IV. Compliance with Applicable Requirements.
In carrying out its obligations under this Agreement, the Subadvisor
shall at all times conform to:
A. all applicable provisions of the 1940 Act and any rules and
regulations adopted thereunder;
B. the provisions of the registration statement of the Fund, as the
same may be amended from time to time, under the Securities Act
of 1933, as amended, and the 1940 Act;
C. the provisions of the Fund's Declaration of Trust or other
governing document, as amended from time to time;
D. the provisions of the By-laws of the Fund, as amended from time
to time;
E. any other applicable provisions of state or federal law; and
F. guidelines, investment restrictions, policies, procedures or
instructions adopted or issued by the Fund or the Advisor from
time to time.
The Advisor shall promptly notify the Subadvisor of any changes or
amendments to the provisions of B., C., D. and F. above when such changes or
amendments relate to the obligations of the Subadvisor.
V. Control by the Board.
Any investment program undertaken by the Subadvisor pursuant to this
Agreement, as well as any other activities undertaken by the Subadvisor with
respect to the Fund, shall at all times be subject to any directives of the
Advisor and the Board.
VI. Books and Records.
The Subadvisor agrees that all records which it maintains for the Fund
on behalf of the Advisor are the property of the Fund and further agrees to
surrender promptly to the Fund or to the Advisor any of such records upon
request. The Subadvisor further agrees to preserve for the periods
prescribed by applicable laws, rules and regulations all records required to
be maintained by the Subadvisor on behalf of the Advisor under such
applicable laws, rules and regulations, or such longer period as the Advisor
may reasonably request from time to time.

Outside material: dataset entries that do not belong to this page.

package assemble

import (
	"math"
	"testing"

	"github.com/formwright/formwright/runtime/cell"
	"github.com/formwright/formwright/runtime/dof"
	"github.com/formwright/formwright/runtime/element"
	"github.com/formwright/formwright/runtime/kernel"
	"github.com/formwright/formwright/runtime/mesh"
	"gonum.org/v1/gonum/mat"
)

// p1Laplace is a hand-written P1 triangle kernel for ∫∇u·∇v + ∫ v, by the
// closed form A_ij = (b_i b_j + c_i c_j)/(4|T|), b_i = y_j − y_k,
// c_i = x_k − x_j (Zienkiewicz, Taylor & Zhu 2005, §4.2), and b_i = |T|/3.
type p1Laplace struct{}

func (p1Laplace) Layout() kernel.Layout {
	e := element.MustLagrange(cell.Triangle, 1)
	return kernel.Layout{Cell: cell.Triangle, Geometry: e, Fields: []kernel.FieldLayout{{Element: e, Components: 1}}}
}

func (p1Laplace) Cell(in *kernel.CellInput, A, b []float64) {
	x := in.Coords
	var bb, cc [3]float64
	for i := 0; i < 3; i++ {
		j, k := (i+1)%3, (i+2)%3
		bb[i] = x[2*j+1] - x[2*k+1]
		cc[i] = x[2*k] - x[2*j]
	}
	area := 0.5 * (bb[0]*cc[1] - bb[1]*cc[0])
	for i := 0; i < 3; i++ {
		for j := 0; j < 3; j++ {
			A[i*3+j] = (bb[i]*bb[j] + cc[i]*cc[j]) / (4 * area)
		}
		b[i] = area / 3
	}
}

func setup(t testing.TB, nx int) (*mesh.Mesh, *Assembler) {
	m := mesh.Span2(0, 1, 0, 1, nx, nx, mesh.DiagonalUp)
	dm, err := dof.New(m.Cell, m.Coords, m.Cells, []dof.FieldSpec{{Name: "u", Element: element.MustLagrange(cell.Triangle, 1), Components: 1}})
	if err != nil {
		t.Fatal(err)
	}
	return m, New(m, dm)
}

// On a uniform right-triangle mesh the assembled P1 Laplacian is the
// five-point stencil: 4 on the diagonal, −1 for the four axis neighbours,
// 0 for the two diagonal neighbours (Strang & Fix, An Analysis of the
// Finite Element Method, 1973, §1.3). Tolerance 1e-14: exact sums of
// halves up to rounding.
func TestFivePointStencil(t *testing.T) {
	nx := 6
	m, a := setup(t, nx)
	A := a.NewMatrix()
	b := make([]float64, a.Dofs.NumDofs)
	if err := a.Assemble(p1Laplace{}, nil, A, b, Input{}); err != nil {
		t.Fatal(err)
	}
	total := 0.0
	for _, v := range b {
		total += v
	}
	if math.Abs(total-1) > 1e-14 {
		t.Errorf("Σ b = %v, want the area 1", total)
	}
	for v := 0; v < m.NumVertices(); v++ {
		x, y := m.Vertex(v)[0], m.Vertex(v)[1]
		if x == 0 || y == 0 || x == 1 || y == 1 {
			continue
		}
		for k := A.RowPtr[v]; k < A.RowPtr[v+1]; k++ {
			w := m.Vertex(int(A.Col[k]))
			dx, dy := math.Round((w[0]-x)*float64(nx)), math.Round((w[1]-y)*float64(nx))
			want := 0.0
			switch {
			case dx == 0 && dy == 0:
				want = 4
			case dx*dy == 0:
				want = -1
			}
			if math.Abs(A.Val[k]-want) > 1e-14 {
				t.Errorf("row %d, neighbour (%v,%v): %v, want %v", v, dx, dy, A.Val[k], want)
			}
		}
	}
}

func TestPerCellPathDoesNotAllocate(t *testing.T) {
	_, a := setup(t, 8)
	A := a.NewMatrix()
	b := make([]float64, a.Dofs.NumDofs)
	w := a.newWorker(p1Laplace{}, 0, Input{})
	Ae, be := make([]float64, 9), make([]float64, 3)
	c := 0
	allocs := testing.AllocsPerRun(200, func() {
		a.compute(w, c, Ae, be, nil, nil)
		a.scatterCell(A, b, c, Ae, be)
		c = (c + 1) % a.Dofs.NumCells
	})
	if allocs != 0 {
		t.Errorf("per-cell path allocates %v times", allocs)
	}
}

func TestLayoutMismatch(t *testing.T) {
	m := mesh.Span2(0, 1, 0, 1, 2, 2, mesh.Quads)
	dm, err := dof.New(m.Cell, m.Coords, m.Cells, []dof.FieldSpec{{Name: "u", Element: element.MustLagrange(cell.Quadrilateral, 1), Components: 1}})
	if err != nil {
		t.Fatal(err)
	}
	a := New(m, dm)
	if err := a.Assemble(p1Laplace{}, nil, a.NewMatrix(), make([]float64, dm.NumDofs), Input{}); err == nil {
		t.Error("triangle kernel on a quad mesh accepted")
	}
}

// Constrain on the P1 Laplacian: the constrained system keeps symmetry
// and its solution equals the dense solution of the reduced (free–free)
// system with the boundary values moved to the right-hand side, computed
// independently with gonum's dense LU.
func TestConstrainAgainstReducedDense(t *testing.T) {
	m, a := setup(t, 5)
	A := a.NewMatrix()
	b := make([]float64, a.Dofs.NumDofs)
	if err := a.Assemble(p1Laplace{}, nil, A, b, Input{}); err != nil {
		t.Fatal(err)
	}
	n := a.Dofs.NumDofs
	fixed, values := make([]bool, n), make([]float64, n)
	for v := 0; v < n; v++ {
		x := m.Vertex(v)
		if x[0] == 0 || x[1] == 0 || x[0] == 1 || x[1] == 1 {
			fixed[v], values[v] = true, x[0]+2*x[1]
		}
	}
	D := A.ToDense()
	var free []int
	for i := 0; i < n; i++ {
		if !fixed[i] {
			free = append(free, i)
		}
	}
	red := mat.NewDense(len(free), len(free), nil)
	rhs := mat.NewVecDense(len(free), nil)
	for r, i := range free {
		s := b[i]
		for j := 0; j < n; j++ {
			if fixed[j] {
				s -= D.At(i, j) * values[j]
			}
		}
		rhs.SetVec(r, s)
		for c, j := range free {
			red.Set(r, c, D.At(i, j))
		}
	}
	var want mat.VecDense
	if err := want.SolveVec(red, rhs); err != nil {
		t.Fatal(err)
	}
	if !Constrain(A, b, fixed, values) || !A.IsSymmetric(0) {
		t.Fatal("P1 Laplacian not treated as symmetric")
	}
	var got mat.VecDense
	if err := got.SolveVec(A.ToDense(), mat.NewVecDense(n, b)); err != nil {
		t.Fatal(err)
	}
	for r, i := range free {
		if math.Abs(got.AtVec(i)-want.AtVec(r)) > 1e-12 {
			t.Errorf("dof %d: %v, reduced system gives %v", i, got.AtVec(i), want.AtVec(r))
		}
	}
	for i := 0; i < n; i++ {
		if fixed[i] && math.Abs(got.AtVec(i)-values[i]) > 1e-12 {
			t.Errorf("fixed dof %d = %v, want %v", i, got.AtVec(i), values[i])
		}
	}
}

VII. Broker-Dealer Relationships.
A. Portfolio Trades.
The Subadvisor, to the extent appropriate, in consultation with
the Advisor, shall place all orders for the purchase and sale of portfolio
securities for the Fund with brokers or dealers selected by the Subadvisor,
which may include, to the extent permitted by the Advisor and the Fund,
brokers or dealers affiliated with the Subadvisor. The Subadvisor shall use
its best efforts to seek to execute portfolio transactions at prices that are
advantageous to the Fund and at commission rates that are reasonable in
relation to the benefits received.
B. Selection of Broker-Dealers.
With respect to the execution of particular transactions, the
Subadvisor may, to the extent permitted by the Advisor and the Fund, select
brokers or dealers who also provide brokerage and research services (as those
terms are defined in Section 28(e) of the Securities Exchange Act of 1934, as
amended) to the Fund and/or the other accounts over which the Subadvisor
exercises investment discretion. The Subadvisor is authorized to pay a
broker or dealer who provides such brokerage and research services a
commission for executing a portfolio transaction for the Fund that is in
excess of the amount of commission another broker or dealer would have
charged for effecting that transaction if the Subadvisor determines in good
faith that such amount of commission is reasonable in relation to the value
of the brokerage and research services provided by such broker or dealer.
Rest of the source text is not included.